▶ **Work to complete**: Comb the records below for the string "CLOSING" and copy each line where it turns up.

(Available data Opens)

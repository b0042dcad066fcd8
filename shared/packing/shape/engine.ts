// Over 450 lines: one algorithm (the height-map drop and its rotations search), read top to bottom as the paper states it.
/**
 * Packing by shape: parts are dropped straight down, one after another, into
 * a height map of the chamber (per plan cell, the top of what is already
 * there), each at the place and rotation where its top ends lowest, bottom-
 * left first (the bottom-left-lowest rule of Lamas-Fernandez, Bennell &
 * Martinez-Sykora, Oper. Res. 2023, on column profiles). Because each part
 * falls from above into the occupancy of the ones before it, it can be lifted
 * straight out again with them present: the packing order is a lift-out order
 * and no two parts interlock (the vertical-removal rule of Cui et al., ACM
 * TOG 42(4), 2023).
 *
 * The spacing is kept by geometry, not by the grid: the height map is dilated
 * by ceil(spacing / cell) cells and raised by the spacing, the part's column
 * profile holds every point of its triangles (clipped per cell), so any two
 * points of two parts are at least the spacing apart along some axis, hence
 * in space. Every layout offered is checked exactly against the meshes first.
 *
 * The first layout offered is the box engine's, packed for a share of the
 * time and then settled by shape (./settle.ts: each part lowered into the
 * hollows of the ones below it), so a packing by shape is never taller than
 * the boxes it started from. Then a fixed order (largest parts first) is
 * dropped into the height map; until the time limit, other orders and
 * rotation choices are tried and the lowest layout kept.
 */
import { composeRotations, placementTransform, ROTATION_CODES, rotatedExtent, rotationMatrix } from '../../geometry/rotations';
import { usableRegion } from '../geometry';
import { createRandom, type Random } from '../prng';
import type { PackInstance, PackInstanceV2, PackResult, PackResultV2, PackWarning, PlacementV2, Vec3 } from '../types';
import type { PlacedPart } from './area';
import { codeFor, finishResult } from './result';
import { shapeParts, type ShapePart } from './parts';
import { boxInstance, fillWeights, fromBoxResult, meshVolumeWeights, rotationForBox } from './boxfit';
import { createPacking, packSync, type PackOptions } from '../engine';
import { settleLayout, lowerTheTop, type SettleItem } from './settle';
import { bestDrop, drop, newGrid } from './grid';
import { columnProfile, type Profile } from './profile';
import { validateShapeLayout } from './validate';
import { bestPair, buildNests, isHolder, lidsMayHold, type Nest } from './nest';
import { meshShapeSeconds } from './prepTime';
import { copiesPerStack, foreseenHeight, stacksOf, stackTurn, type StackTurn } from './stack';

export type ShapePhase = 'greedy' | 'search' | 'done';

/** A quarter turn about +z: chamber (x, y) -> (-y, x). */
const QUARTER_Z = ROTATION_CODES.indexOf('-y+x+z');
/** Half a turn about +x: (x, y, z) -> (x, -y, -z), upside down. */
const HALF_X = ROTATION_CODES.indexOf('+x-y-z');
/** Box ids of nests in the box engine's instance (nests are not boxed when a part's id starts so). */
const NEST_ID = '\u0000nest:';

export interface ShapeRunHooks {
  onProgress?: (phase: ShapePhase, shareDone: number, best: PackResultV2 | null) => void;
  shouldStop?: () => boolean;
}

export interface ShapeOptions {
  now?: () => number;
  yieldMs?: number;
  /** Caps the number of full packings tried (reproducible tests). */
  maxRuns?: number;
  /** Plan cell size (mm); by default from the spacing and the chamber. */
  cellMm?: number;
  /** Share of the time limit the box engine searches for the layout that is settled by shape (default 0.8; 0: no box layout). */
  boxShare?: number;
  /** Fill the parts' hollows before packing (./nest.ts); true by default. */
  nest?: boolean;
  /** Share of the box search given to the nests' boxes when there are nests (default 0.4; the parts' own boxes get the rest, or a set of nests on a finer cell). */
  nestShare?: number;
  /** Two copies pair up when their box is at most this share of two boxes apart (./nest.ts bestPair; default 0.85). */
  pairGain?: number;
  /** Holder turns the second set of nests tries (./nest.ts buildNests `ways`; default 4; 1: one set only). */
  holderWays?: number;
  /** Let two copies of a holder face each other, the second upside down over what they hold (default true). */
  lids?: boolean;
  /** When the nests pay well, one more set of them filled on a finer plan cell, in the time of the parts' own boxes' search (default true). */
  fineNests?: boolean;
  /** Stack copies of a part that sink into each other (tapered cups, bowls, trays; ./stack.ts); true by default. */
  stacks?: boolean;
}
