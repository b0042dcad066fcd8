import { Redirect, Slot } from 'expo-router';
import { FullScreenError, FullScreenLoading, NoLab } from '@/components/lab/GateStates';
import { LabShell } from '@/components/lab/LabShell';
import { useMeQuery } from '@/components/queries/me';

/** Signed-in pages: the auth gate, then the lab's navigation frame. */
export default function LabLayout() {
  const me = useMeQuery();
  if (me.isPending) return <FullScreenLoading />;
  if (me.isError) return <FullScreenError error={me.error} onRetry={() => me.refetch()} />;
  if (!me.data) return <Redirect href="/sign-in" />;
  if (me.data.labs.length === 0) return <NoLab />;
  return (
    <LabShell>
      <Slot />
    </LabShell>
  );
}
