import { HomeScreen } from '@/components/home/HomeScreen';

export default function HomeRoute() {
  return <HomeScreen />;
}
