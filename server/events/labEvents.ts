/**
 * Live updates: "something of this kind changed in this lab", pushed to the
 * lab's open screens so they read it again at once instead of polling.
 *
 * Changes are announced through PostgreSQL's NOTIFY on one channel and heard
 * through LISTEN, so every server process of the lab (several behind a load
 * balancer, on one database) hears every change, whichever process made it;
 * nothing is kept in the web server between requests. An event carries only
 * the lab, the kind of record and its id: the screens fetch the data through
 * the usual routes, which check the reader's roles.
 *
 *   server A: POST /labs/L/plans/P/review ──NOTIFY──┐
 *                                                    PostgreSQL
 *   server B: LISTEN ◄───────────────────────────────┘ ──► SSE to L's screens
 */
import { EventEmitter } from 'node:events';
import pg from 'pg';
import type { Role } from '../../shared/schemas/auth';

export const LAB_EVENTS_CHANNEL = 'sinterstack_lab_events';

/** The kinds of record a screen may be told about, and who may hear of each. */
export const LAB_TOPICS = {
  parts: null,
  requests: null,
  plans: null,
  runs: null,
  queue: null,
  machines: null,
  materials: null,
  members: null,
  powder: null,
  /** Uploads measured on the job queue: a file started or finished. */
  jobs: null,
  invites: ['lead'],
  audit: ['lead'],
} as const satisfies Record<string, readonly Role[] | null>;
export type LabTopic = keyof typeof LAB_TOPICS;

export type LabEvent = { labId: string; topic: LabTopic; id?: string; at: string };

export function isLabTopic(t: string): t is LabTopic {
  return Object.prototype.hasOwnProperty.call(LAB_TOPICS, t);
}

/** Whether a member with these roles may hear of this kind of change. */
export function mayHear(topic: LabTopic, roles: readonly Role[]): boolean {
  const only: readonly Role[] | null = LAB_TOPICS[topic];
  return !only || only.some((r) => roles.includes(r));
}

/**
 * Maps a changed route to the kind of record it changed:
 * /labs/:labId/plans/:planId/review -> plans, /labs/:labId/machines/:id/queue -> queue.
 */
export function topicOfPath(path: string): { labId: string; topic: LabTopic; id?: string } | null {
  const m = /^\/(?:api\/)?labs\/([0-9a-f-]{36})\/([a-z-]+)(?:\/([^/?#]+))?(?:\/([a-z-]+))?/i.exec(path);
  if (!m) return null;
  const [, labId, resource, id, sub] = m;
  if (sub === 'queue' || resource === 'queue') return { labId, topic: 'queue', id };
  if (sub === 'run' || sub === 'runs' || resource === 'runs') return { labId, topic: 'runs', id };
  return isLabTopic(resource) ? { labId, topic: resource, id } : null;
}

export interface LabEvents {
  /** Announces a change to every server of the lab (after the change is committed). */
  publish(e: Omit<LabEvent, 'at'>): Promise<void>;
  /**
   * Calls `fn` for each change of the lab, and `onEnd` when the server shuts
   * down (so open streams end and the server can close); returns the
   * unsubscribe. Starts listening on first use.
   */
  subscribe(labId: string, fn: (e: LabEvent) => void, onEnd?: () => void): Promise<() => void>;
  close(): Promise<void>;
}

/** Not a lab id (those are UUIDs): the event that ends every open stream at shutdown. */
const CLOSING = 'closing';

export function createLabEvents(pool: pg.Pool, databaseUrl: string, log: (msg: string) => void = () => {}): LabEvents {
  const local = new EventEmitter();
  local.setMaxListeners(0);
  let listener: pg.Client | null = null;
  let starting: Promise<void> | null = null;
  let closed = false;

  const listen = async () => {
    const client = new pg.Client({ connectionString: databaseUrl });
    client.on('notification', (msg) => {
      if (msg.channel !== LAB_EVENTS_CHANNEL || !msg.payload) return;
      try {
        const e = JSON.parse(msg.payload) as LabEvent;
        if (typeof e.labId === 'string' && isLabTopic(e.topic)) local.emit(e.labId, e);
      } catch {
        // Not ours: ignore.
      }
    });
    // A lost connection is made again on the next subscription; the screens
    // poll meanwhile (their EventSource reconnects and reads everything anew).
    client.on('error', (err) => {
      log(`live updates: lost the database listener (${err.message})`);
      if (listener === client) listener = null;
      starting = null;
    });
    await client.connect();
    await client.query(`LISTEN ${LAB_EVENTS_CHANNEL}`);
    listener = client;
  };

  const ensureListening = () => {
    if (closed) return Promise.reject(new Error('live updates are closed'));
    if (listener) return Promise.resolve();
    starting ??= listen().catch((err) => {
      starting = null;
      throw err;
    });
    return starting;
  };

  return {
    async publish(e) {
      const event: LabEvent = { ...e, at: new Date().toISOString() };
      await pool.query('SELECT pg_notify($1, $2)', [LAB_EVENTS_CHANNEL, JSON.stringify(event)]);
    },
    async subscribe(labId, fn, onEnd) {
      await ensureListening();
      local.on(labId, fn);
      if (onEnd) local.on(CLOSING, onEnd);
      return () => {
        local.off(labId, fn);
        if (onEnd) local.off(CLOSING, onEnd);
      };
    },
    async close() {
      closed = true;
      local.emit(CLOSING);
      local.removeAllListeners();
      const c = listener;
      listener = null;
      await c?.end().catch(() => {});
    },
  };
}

(Available data Closes)

▶ **Response to the task**:
const CLOSING = 'closing';
      if (onEnd) local.on(CLOSING, onEnd);
        if (onEnd) local.off(CLOSING, onEnd);
      local.emit(CLOSING);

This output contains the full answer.